Data shown: Begin
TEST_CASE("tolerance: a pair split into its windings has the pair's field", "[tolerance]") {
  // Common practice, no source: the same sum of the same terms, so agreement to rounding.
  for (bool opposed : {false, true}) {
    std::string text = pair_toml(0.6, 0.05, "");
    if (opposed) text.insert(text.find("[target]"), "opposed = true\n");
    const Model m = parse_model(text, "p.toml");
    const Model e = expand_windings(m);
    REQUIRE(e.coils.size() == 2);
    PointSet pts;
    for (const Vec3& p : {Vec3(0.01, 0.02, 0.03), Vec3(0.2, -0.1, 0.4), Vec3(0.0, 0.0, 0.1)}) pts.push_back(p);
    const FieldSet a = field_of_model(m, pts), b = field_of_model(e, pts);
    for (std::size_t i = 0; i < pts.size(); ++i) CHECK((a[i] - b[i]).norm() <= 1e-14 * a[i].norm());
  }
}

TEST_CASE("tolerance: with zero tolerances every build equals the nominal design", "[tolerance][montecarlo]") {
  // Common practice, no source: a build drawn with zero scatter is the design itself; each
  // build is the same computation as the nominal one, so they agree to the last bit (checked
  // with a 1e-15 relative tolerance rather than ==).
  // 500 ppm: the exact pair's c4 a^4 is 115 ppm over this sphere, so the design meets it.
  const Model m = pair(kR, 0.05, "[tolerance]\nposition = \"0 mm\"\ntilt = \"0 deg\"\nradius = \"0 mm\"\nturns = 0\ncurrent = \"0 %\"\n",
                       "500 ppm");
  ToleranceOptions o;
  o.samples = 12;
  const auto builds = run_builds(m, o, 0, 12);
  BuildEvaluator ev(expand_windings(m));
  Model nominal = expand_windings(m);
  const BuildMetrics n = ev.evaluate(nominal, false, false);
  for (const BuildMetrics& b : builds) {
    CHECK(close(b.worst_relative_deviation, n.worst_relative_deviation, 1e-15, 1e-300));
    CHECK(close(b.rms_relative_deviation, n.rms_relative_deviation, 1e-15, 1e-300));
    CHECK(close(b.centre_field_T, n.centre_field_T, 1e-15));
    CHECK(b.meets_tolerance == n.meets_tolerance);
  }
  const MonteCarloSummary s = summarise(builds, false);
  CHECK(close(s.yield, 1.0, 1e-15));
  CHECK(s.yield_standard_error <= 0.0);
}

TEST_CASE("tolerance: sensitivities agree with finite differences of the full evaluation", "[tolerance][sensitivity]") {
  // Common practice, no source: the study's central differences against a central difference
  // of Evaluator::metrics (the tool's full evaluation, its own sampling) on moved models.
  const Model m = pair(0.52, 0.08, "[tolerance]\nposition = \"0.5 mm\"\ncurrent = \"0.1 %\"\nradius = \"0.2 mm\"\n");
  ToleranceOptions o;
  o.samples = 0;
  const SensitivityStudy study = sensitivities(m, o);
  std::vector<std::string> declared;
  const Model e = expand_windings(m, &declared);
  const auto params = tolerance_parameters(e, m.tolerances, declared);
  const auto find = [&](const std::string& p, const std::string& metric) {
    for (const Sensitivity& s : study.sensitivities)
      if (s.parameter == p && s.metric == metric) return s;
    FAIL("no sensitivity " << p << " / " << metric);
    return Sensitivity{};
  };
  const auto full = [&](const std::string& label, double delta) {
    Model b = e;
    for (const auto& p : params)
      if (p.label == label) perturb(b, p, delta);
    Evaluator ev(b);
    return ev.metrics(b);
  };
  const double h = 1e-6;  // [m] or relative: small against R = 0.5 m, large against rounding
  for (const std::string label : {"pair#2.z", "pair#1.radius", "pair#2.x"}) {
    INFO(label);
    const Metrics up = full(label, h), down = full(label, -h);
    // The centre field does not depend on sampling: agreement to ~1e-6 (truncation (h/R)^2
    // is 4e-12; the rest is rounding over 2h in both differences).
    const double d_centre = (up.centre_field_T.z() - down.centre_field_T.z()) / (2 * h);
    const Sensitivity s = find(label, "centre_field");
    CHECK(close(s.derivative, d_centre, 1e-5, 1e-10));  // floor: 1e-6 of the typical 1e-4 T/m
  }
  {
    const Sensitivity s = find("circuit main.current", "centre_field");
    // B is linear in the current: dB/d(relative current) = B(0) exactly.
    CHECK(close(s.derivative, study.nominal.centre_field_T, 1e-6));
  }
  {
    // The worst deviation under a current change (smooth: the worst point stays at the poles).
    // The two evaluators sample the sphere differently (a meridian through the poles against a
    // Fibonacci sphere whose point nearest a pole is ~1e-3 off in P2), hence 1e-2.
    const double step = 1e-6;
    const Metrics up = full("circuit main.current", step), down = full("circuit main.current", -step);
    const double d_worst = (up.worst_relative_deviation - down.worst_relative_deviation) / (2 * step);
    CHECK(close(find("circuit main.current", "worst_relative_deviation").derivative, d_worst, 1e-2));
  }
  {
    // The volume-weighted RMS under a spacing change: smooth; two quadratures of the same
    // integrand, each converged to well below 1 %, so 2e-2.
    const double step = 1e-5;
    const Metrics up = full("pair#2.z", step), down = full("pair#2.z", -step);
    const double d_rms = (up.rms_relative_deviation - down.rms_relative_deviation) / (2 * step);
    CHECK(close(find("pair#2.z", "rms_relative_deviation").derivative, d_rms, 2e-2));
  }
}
Data shown: End
Assignment.
Starting at the line that has "return ev.metrics(b);" in the records above, restate word for word every line until the one that has "poles against a", and include that one as well.

Task result.
    return ev.metrics(b);
  };
  const double h = 1e-6;  // [m] or relative: small against R = 0.5 m, large against rounding
  for (const std::string label : {"pair#2.z", "pair#1.radius", "pair#2.x"}) {
    INFO(label);
    const Metrics up = full(label, h), down = full(label, -h);
    // The centre field does not depend on sampling: agreement to ~1e-6 (truncation (h/R)^2
    // is 4e-12; the rest is rounding over 2h in both differences).
    const double d_centre = (up.centre_field_T.z() - down.centre_field_T.z()) / (2 * h);
    const Sensitivity s = find(label, "centre_field");
    CHECK(close(s.derivative, d_centre, 1e-5, 1e-10));  // floor: 1e-6 of the typical 1e-4 T/m
  }
  {
    const Sensitivity s = find("circuit main.current", "centre_field");
    // B is linear in the current: dB/d(relative current) = B(0) exactly.
    CHECK(close(s.derivative, study.nominal.centre_field_T, 1e-6));
  }
  {
    // The worst deviation under a current change (smooth: the worst point stays at the poles).
    // The two evaluators sample the sphere differently (a meridian through the poles against a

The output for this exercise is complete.